*Dataset entries*
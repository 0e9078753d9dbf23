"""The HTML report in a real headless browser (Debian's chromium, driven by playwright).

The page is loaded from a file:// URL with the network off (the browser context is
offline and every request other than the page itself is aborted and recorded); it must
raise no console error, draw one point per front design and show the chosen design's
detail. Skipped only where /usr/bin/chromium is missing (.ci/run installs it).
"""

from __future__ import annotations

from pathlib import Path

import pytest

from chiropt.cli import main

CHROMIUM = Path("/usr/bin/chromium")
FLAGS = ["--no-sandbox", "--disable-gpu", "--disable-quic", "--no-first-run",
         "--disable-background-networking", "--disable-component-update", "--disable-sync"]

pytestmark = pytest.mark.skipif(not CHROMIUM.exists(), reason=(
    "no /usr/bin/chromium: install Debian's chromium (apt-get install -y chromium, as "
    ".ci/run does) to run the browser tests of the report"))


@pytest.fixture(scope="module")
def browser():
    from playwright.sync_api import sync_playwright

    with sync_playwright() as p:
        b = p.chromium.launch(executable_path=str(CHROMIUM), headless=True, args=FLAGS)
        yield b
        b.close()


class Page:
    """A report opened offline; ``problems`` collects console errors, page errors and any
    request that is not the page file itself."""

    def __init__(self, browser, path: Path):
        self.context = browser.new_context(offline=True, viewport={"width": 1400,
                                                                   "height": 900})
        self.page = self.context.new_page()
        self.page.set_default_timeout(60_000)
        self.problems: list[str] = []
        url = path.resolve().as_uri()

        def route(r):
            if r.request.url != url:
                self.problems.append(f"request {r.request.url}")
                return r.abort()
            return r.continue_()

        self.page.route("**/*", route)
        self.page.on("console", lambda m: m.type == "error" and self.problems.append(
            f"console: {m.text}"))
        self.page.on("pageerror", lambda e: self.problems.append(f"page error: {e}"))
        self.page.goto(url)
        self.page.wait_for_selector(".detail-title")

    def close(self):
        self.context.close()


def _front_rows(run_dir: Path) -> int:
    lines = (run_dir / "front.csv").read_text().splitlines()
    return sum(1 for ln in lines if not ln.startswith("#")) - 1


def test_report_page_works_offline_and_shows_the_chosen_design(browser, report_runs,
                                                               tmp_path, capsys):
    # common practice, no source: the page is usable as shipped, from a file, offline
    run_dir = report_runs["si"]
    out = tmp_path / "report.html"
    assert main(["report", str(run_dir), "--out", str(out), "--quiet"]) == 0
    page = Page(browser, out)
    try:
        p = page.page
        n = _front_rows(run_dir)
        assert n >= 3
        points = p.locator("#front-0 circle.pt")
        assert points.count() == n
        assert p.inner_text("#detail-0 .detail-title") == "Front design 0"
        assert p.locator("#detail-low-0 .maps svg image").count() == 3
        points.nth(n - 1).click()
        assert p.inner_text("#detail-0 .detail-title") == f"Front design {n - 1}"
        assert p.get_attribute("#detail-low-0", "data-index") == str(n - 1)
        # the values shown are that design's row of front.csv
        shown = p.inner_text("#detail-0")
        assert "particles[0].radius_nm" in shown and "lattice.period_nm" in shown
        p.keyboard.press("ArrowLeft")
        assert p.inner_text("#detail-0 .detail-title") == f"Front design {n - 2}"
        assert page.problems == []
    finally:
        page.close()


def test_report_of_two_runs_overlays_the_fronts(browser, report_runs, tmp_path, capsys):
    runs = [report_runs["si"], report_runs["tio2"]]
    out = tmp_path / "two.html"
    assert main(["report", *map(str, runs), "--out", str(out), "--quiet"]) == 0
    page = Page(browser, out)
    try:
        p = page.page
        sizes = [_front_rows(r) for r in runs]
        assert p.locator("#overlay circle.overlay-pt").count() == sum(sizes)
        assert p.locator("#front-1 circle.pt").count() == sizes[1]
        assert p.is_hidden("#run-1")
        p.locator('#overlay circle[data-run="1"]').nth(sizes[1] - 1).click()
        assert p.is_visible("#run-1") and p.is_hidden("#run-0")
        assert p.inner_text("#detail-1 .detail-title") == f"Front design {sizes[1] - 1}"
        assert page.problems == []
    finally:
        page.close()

*Problem*
To answer, count the lines of the material that contain "problems" and give only that number.

*Solved exercise*
7